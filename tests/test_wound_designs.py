"""Designs whose windings are laid from a conductor."""

from dataclasses import replace
from pathlib import Path

import numpy as np
import pytest

import femag as fm
from femag.design import design_hash, meshed_section, whole_section, wound_coils
from femag.design_file import design_from_toml
from femag.geometry import Layers

TEXT = """\
[core]
size = "P 26/16"
material = { permeability = 2000 }
[[gap]]
length = "0.5 mm"
[[winding]]
turns = 50
[winding.conductor]
round = "0.5 mm"
insulation = "0.03 mm"
temperature = "100 C"
[winding.former]
wall = "0.6 mm"
flange = "0.6 mm"
"""

CONDUCTORS = [
    fm.RoundWire(0.5e-3, 0.03e-3),
    fm.LitzWire(60, 0.05e-3),
    fm.LitzWire(60, 0.05e-3, outer_diameter=0.6e-3),
    fm.Foil(0.03e-3, insulation=0.02e-3),
    fm.Foil(0.03e-3, width=8e-3),
]


MORE = """\
[[winding]]
name = "sense"
turns = 8
conductor = { round = "0.3 mm" }
former = { tape = "0.1 mm" }
[[winding]]
name = "screen"
turns = 1
conductor = { foil = "0.05 mm" }
[solve]
detail = "turn"
"""


def wound(pot_26_16: fm.Design, conductor: object, turns: int = 50) -> fm.Design:
    former = fm.Former(wall=0.5e-3, flange=0.5e-3, gap_clearance=0.8e-3)
    winding = fm.Winding(turns, name="main", conductor=conductor, former=former, temperature=80)
    return replace(pot_26_16, windings=winding)


def layers_of(design: fm.Design) -> Layers:
    (layers,) = wound_coils(design)[0].layers
    return layers


def three_windings() -> fm.Design:
    own = 'turns = 25\nsections = 3\ndivider = "0.5 mm"'
    return design_from_toml(TEXT.replace("turns = 50", own) + MORE)


@pytest.mark.parametrize("conductor", CONDUCTORS, ids=repr)
def test_layers_that_are_all_full_are_a_block(pot_26_16: fm.Design, conductor: object) -> None:
    first = layers_of(wound(pot_26_16, conductor)).turns_in_layers[0]
    design = wound(pot_26_16, conductor, turns=2 * first)
    block = layers_of(design).block
    explicit = replace(design, windings=fm.Winding(2 * first, block))
    assert fm.solve(design).inductance == fm.solve(explicit).inductance
    assert fm.solve(design).solution.sides.mesh.section.copies == 2


def test_a_last_layer_of_few_turns_is_no_full_layer(pot_26_16: fm.Design) -> None:
    """Full layers and the rest as two windings in series: the same rectangles, the same field."""
    design = wound(pot_26_16, fm.RoundWire(0.5e-3))
    layers = layers_of(design)
    assert layers.turns_in_layers == (20, 20, 10)
    b, step = layers.block, layers.block.inner_radius + 1e-3
    full = fm.Winding(40, fm.Block(b.inner_radius, step, b.bottom, b.top), "full")
    rest = fm.Winding(10, fm.Block(step, b.outer_radius, -2.5e-3, 2.5e-3), "rest")
    split = replace(design, windings=(full, rest), driven=("full", "rest"))
    one, other = (fm.solve(d, tolerance=1e-4).inductance for d in (design, split))
    assert max(one.lower, other.lower) < min(one.upper, other.upper)
    evenly = replace(design, windings=fm.Winding(50, b))
    assert fm.solve(evenly, tolerance=1e-4).inductance.lower > 1.005 * one.upper


@pytest.mark.parametrize("conductor", CONDUCTORS, ids=repr)
def test_files_keep_the_conductor(pot_26_16: fm.Design, tmp_path: Path, conductor: object) -> None:
    design = wound(pot_26_16, conductor)
    assert design_from_toml(fm.design_toml(design)) == design
    result = fm.solve(design, tolerance=1e-2)
    fm.write_result(result, tmp_path / "result.json")
    assert fm.read_result(tmp_path / "result.json") == result


def test_resistance_is_that_of_the_wire(pot_26_16: fm.Design) -> None:
    """Length of all turns over section, copper of IEC 60028 (from memory) at 80 C."""
    (copper,) = fm.solve(wound(pot_26_16, CONDUCTORS[0]), tolerance=1e-2).copper
    radii = layers_of(wound(pot_26_16, CONDUCTORS[0])).positions[:, 0]
    length = 2 * np.pi * radii.sum()
    assert copper.wire_length == pytest.approx(length, rel=1e-12)
    resistivity = 1.7241e-8 * (1 + 0.00393 * 60)
    assert copper.resistance == pytest.approx(resistivity * length / (np.pi * 0.25e-3**2), rel=1e-9)


def test_a_block_is_the_room_that_a_conductor_is_laid_in(pot_26_16: fm.Design) -> None:
    block = pot_26_16.windings[0].block
    winding = fm.Winding(20, block, conductor=fm.RoundWire(0.5e-3))
    layers = layers_of(replace(pot_26_16, windings=winding))
    assert layers.room == block
    assert block.inner_radius <= layers.block.inner_radius < layers.block.outer_radius


@pytest.mark.parametrize(
    ("good", "bad", "line"),
    [
        ("turns = 50", "turns = 500", "winding.turns = 500: the turns do not fit: layers too"),
        ('"100 C"', '"100"', "winding.conductor.temperature = '100': not a temperature"),
        ('"100 C"', '"1000 C"', "winding.conductor.temperature = '1000 C': temperature out of"),
        ('round = "0.5 mm"', 'round = "1 mm"\nfoil = "1 mm"', "conductor: 2 kinds of conductor"),
        ('round = "0.5 mm"', 'width = "1 mm"', "winding.conductor: 0 kinds of conductor"),
        ('round = "0.5 mm"', 'round = "1 mm"\nwidth = "1 mm"', "only foil has a width"),
        ('round = "0.5 mm"', 'round = "0 mm"', "winding.conductor.round = '0 mm': size out of"),
        (
            'round = "0.5 mm"',
            'litz = { strands = 1, strand = "0.1 mm" }',
            "winding.conductor.litz.strands = 1: strands out of range",
        ),
        (
            'round = "0.5 mm"',
            'litz = { strands = 9, strand = "0 mm" }',
            "winding.conductor.litz.strand = '0 mm': size out of range",
        ),
        ("round =", "rund =", "winding.conductor.rund: unknown key; accepted: nearest known key"),
        ('temperature = "100 C"', 'metal = "gold"', "winding.conductor.metal = 'gold'"),
        ("turns = 50", "turns = 50\nsections = 51", "winding.sections = 51: more sections than"),
        ("turns = 50", 'turns = 50\ndivider = "1 mm"', "winding.divider = '1 mm': a divider needs"),
        ("turns = 50", "turns = 50\nsections = 2.0", "winding.sections = 2.0: not usable"),
        ('flange = "0.6 mm"', 'tape = "1 mm"', "winding.former.tape = '1 mm': no winding lies"),
        ("[[gap]]", '[solve]\ndetail = "wire"\n[[gap]]', "solve.detail = 'wire': not usable"),
        ('flange = "0.6 mm"', 'flange = "-1 mm"', "winding.former.flange = '-1 mm': out of range"),
        ('flange = "0.6 mm"', 'flange = "9 mm"', "the former leaves no room axially"),
        (
            TEXT[TEXT.index("[winding.conductor]") : TEXT.index("[winding.former]")],
            "",
            "winding.former: a former needs a conductor",
        ),
    ],
)
def test_bad_conductors_get_one_line(good: str, bad: str, line: str) -> None:
    with pytest.raises(fm.InputError) as caught:
        design_from_toml(TEXT.replace(good, bad, 1))
    assert line in str(caught.value)
    assert "\n" not in str(caught.value)


def test_a_second_winding_needs_no_block() -> None:
    design = three_windings()
    main, sense, screen = wound_coils(design)
    assert [section.turns for section in main.sections] == [8, 9, 8]
    assert sense.sections[0].block.inner_radius == pytest.approx(
        main.sections[1].block.outer_radius + 0.1e-3
    )
    # The flanges of the first are those of all: 11.2 mm of window less twice 0.6 mm.
    half = design.core.window_height / 2 - 0.6e-3
    assert screen.sections[0].block.top == pytest.approx(half)
    assert screen.sections[0].block.inner_radius == sense.sections[0].block.outer_radius


def test_files_keep_windings_sections_and_detail(tmp_path: Path) -> None:
    design = three_windings()
    again = design_from_toml(fm.design_toml(design))
    assert again == design
    assert design_hash(again) == design_hash(design)
    result = fm.solve(design, tolerance=1e-2)
    fm.write_result(result, tmp_path / "result.json")
    assert fm.read_result(tmp_path / "result.json") == result


def test_copper_counts_sections_from_the_lowest() -> None:
    """Three chambers of 2.9 mm hold five wires of 0.56 mm in a layer; resistances in series."""
    design = three_windings()
    main, sense, screen = fm.solve(design, tolerance=1e-2).copper
    assert main.turns_in_sections == (8, 9, 8)
    assert main.layers_in_sections == (2, 2, 2)
    assert (main.turns, main.layers) == (25, 2)
    assert (sense.turns_in_sections, screen.turns_in_sections) == ((8,), (1,))
    radii = np.concatenate([layers.positions[:, 0] for layers in wound_coils(design)[0].layers])
    resistivity = 1.7241e-8 * (1 + 0.00393 * 80)  # IEC 60028, from memory
    expected = resistivity * 2 * np.pi * radii.sum() / (np.pi * 0.25e-3**2)
    assert main.resistance == pytest.approx(expected, rel=1e-9)


def test_sections_without_dividers_are_the_block_that_they_divide(pot_26_16: fm.Design) -> None:
    whole = pot_26_16.windings[0]
    divided = replace(pot_26_16, windings=replace(whole, sections=5))
    names = [region.name for region in whole_section(divided).regions if region.winding]
    assert names == [f"winding main, section {number}" for number in range(1, 6)]
    one, other = (fm.solve(d, tolerance=1e-4).inductance for d in (pot_26_16, divided))
    assert max(one.lower, other.lower) < min(one.upper, other.upper)


def test_sections_of_equal_shape_and_unequal_turns_are_no_mirror_images(
    pot_26_16: fm.Design,
) -> None:
    block = pot_26_16.windings[0].block
    for turns, copies in ((50, 2), (51, 1)):
        winding = fm.Winding(turns, block, sections=2, divider=1e-3)
        assert meshed_section(replace(pot_26_16, windings=winding)).copies == copies


def test_the_hash_changes_with_what_can_move_a_result_and_not_otherwise(
    pot_26_16: fm.Design,
) -> None:
    first = fm.Winding(20, conductor=fm.RoundWire(0.5e-3), sections=2, divider=1e-3)
    taped = fm.Former(tape=1e-4)
    second = fm.Winding(5, name="over", conductor=fm.RoundWire(0.3e-3), former=taped)
    design = replace(pot_26_16, windings=(first, second))
    others = [
        replace(design, detail="turn"),
        replace(design, windings=(replace(first, sections=3), second)),
        replace(design, windings=(replace(first, divider=2e-3), second)),
        replace(design, windings=(first, replace(second, former=fm.Former(tape=2e-4)))),
    ]
    hashes = {design_hash(one) for one in (design, *others)}
    assert len(hashes) == 1 + len(others)
    assert design_hash(replace(design, title="other")) == design_hash(design)
    # Without a conductor there is nothing that the detail could change.
    assert design_hash(replace(pot_26_16, detail="turn")) == design_hash(pot_26_16)


def test_a_winding_named_like_a_part_of_another_is_refused(pot_26_16: fm.Design) -> None:
    main = fm.Winding(4, conductor=fm.RoundWire(0.5e-3), sections=2)
    other = fm.Winding(4, name="main, section 2", conductor=fm.RoundWire(0.5e-3))
    with pytest.raises(fm.InputError, match="a part of another winding is called") as caught:
        replace(pot_26_16, windings=(main, other))
    assert caught.value.key == "winding.name"


def test_the_winding_that_does_not_fit_is_named_by_its_number() -> None:
    second = '[[winding]]\nname = "second"\nturns = 9999\nconductor = { round = "1 mm" }\n'
    with pytest.raises(fm.InputError) as caught:
        design_from_toml(TEXT + second)
    assert caught.value.key == "winding.1.turns"


def test_a_former_beside_a_block_is_refused_and_not_passed_over(pot_26_16: fm.Design) -> None:
    block = pot_26_16.windings[0].block
    with pytest.raises(fm.InputError, match="a former beside a block") as caught:
        fm.Winding(5, block, conductor=fm.RoundWire(0.5e-3), former=fm.Former(wall=1e-3))
    assert caught.value.key == "winding.former"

□ □ □ □

Using the listing above, copy exactly the line that contains "def three_windings() ->", the line that contains "assert fm.solve(design).solution.sides.mesh.section.copies == 2", and each line that falls between them.

EXERCISE RESULT:
def three_windings() -> fm.Design:
    own = 'turns = 25\nsections = 3\ndivider = "0.5 mm"'
    return design_from_toml(TEXT.replace("turns = 50", own) + MORE)


@pytest.mark.parametrize("conductor", CONDUCTORS, ids=repr)
def test_layers_that_are_all_full_are_a_block(pot_26_16: fm.Design, conductor: object) -> None:
    first = layers_of(wound(pot_26_16, conductor)).turns_in_layers[0]
    design = wound(pot_26_16, conductor, turns=2 * first)
    block = layers_of(design).block
    explicit = replace(design, windings=fm.Winding(2 * first, block))
    assert fm.solve(design).inductance == fm.solve(explicit).inductance
    assert fm.solve(design).solution.sides.mesh.section.copies == 2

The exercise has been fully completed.